> _The problem_: Copy every record exactly, with nothing left out.

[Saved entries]
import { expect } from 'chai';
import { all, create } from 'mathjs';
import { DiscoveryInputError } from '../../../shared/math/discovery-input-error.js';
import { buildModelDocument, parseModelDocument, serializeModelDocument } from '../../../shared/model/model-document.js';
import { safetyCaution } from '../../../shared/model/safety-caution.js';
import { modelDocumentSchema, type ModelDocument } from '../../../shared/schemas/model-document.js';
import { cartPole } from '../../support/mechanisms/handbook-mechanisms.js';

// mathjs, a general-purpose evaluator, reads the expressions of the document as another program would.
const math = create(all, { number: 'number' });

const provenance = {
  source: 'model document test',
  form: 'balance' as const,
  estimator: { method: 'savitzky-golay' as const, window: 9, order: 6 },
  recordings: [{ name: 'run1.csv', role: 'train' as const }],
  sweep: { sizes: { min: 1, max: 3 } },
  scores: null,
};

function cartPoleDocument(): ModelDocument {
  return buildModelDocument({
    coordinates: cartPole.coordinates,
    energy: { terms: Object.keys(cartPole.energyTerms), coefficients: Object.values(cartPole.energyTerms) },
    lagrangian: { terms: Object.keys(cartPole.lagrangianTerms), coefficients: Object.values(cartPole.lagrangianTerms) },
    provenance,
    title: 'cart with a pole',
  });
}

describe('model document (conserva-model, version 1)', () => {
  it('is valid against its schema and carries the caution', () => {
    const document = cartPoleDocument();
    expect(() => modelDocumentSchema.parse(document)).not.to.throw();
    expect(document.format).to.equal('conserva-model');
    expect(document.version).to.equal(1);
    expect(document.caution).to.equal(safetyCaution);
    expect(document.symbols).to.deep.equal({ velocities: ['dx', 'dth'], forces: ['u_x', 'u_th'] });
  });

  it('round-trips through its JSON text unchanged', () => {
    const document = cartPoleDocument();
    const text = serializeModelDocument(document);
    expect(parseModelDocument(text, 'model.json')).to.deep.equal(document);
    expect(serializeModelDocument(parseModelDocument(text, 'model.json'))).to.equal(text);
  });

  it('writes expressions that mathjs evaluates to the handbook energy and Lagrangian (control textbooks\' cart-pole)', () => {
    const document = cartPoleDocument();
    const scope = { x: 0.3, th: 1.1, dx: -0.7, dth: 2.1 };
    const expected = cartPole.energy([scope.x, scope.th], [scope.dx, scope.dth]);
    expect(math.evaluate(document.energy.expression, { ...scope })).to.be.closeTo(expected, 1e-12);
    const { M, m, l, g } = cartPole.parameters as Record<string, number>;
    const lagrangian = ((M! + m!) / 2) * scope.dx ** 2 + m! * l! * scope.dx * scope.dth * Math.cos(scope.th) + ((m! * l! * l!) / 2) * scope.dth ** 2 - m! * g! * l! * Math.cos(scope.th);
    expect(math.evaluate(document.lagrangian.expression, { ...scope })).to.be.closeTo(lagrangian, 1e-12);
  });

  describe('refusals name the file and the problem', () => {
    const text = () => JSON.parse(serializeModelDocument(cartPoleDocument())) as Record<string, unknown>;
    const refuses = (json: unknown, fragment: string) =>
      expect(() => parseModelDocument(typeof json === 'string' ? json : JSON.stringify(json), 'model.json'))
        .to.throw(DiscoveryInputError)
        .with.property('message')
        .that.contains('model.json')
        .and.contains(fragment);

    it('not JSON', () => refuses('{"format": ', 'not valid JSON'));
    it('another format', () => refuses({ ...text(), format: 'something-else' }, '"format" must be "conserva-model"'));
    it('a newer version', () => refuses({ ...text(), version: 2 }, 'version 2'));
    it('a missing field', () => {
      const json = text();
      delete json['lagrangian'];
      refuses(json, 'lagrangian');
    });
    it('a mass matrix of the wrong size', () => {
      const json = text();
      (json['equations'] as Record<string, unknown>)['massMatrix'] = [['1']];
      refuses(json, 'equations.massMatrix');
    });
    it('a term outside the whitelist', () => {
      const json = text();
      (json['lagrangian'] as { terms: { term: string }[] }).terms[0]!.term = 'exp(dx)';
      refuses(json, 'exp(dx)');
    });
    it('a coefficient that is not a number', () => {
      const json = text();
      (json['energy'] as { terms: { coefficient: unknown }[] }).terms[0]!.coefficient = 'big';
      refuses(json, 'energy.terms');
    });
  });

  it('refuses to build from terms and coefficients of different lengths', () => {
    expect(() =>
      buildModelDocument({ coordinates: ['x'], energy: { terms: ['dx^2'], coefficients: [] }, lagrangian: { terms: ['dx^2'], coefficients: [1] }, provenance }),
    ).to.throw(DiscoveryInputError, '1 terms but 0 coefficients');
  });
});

> _Task answer_:
import { expect } from 'chai';
import { all, create } from 'mathjs';
import { DiscoveryInputError } from '../../../shared/math/discovery-input-error.js';
import { buildModelDocument, parseModelDocument, serializeModelDocument } from '../../../shared/model/model-document.js';
import { safetyCaution } from '../../../shared/model/safety-caution.js';
import { modelDocumentSchema, type ModelDocument } from '../../../shared/schemas/model-document.js';
import { cartPole } from '../../support/mechanisms/handbook-mechanisms.js';

// mathjs, a general-purpose evaluator, reads the expressions of the document as another program would.
const math = create(all, { number: 'number' });

const provenance = {
  source: 'model document test',
  form: 'balance' as const,
  estimator: { method: 'savitzky-golay' as const, window: 9, order: 6 },
  recordings: [{ name: 'run1.csv', role: 'train' as const }],
  sweep: { sizes: { min: 1, max: 3 } },
  scores: null,
};

function cartPoleDocument(): ModelDocument {
  return buildModelDocument({
    coordinates: cartPole.coordinates,
    energy: { terms: Object.keys(cartPole.energyTerms), coefficients: Object.values(cartPole.energyTerms) },
    lagrangian: { terms: Object.keys(cartPole.lagrangianTerms), coefficients: Object.values(cartPole.lagrangianTerms) },
    provenance,
    title: 'cart with a pole',
  });
}

describe('model document (conserva-model, version 1)', () => {
  it('is valid against its schema and carries the caution', () => {
    const document = cartPoleDocument();
    expect(() => modelDocumentSchema.parse(document)).not.to.throw();
    expect(document.format).to.equal('conserva-model');
    expect(document.version).to.equal(1);
    expect(document.caution).to.equal(safetyCaution);
    expect(document.symbols).to.deep.equal({ velocities: ['dx', 'dth'], forces: ['u_x', 'u_th'] });
  });

  it('round-trips through its JSON text unchanged', () => {
    const document = cartPoleDocument();
    const text = serializeModelDocument(document);
    expect(parseModelDocument(text, 'model.json')).to.deep.equal(document);
    expect(serializeModelDocument(parseModelDocument(text, 'model.json'))).to.equal(text);
  });

  it('writes expressions that mathjs evaluates to the handbook energy and Lagrangian (control textbooks\' cart-pole)', () => {
    const document = cartPoleDocument();
    const scope = { x: 0.3, th: 1.1, dx: -0.7, dth: 2.1 };
    const expected = cartPole.energy([scope.x, scope.th], [scope.dx, scope.dth]);
    expect(math.evaluate(document.energy.expression, { ...scope })).to.be.closeTo(expected, 1e-12);
    const { M, m, l, g } = cartPole.parameters as Record<string, number>;
    const lagrangian = ((M! + m!) / 2) * scope.dx ** 2 + m! * l! * scope.dx * scope.dth * Math.cos(scope.th) + ((m! * l! * l!) / 2) * scope.dth ** 2 - m! * g! * l! * Math.cos(scope.th);
    expect(math.evaluate(document.lagrangian.expression, { ...scope })).to.be.closeTo(lagrangian, 1e-12);
  });

  describe('refusals name the file and the problem', () => {
    const text = () => JSON.parse(serializeModelDocument(cartPoleDocument())) as Record<string, unknown>;
    const refuses = (json: unknown, fragment: string) =>
      expect(() => parseModelDocument(typeof json === 'string' ? json : JSON.stringify(json), 'model.json'))
        .to.throw(DiscoveryInputError)
        .with.property('message')
        .that.contains('model.json')
        .and.contains(fragment);

    it('not JSON', () => refuses('{"format": ', 'not valid JSON'));
    it('another format', () => refuses({ ...text(), format: 'something-else' }, '"format" must be "conserva-model"'));
    it('a newer version', () => refuses({ ...text(), version: 2 }, 'version 2'));
    it('a missing field', () => {
      const json = text();
      delete json['lagrangian'];
      refuses(json, 'lagrangian');
    });
    it('a mass matrix of the wrong size', () => {
      const json = text();
      (json['equations'] as Record<string, unknown>)['massMatrix'] = [['1']];
      refuses(json, 'equations.massMatrix');
    });
    it('a term outside the whitelist', () => {
      const json = text();
      (json['lagrangian'] as { terms: { term: string }[] }).terms[0]!.term = 'exp(dx)';
      refuses(json, 'exp(dx)');
    });
    it('a coefficient that is not a number', () => {
      const json = text();
      (json['energy'] as { terms: { coefficient: unknown }[] }).terms[0]!.coefficient = 'big';
      refuses(json, 'energy.terms');
    });
  });

  it('refuses to build from terms and coefficients of different lengths', () => {
    expect(() =>
      buildModelDocument({ coordinates: ['x'], energy: { terms: ['dx^2'], coefficients: [] }, lagrangian: { terms: ['dx^2'], coefficients: [1] }, provenance }),
    ).to.throw(DiscoveryInputError, '1 terms but 0 coefficients');
  });
});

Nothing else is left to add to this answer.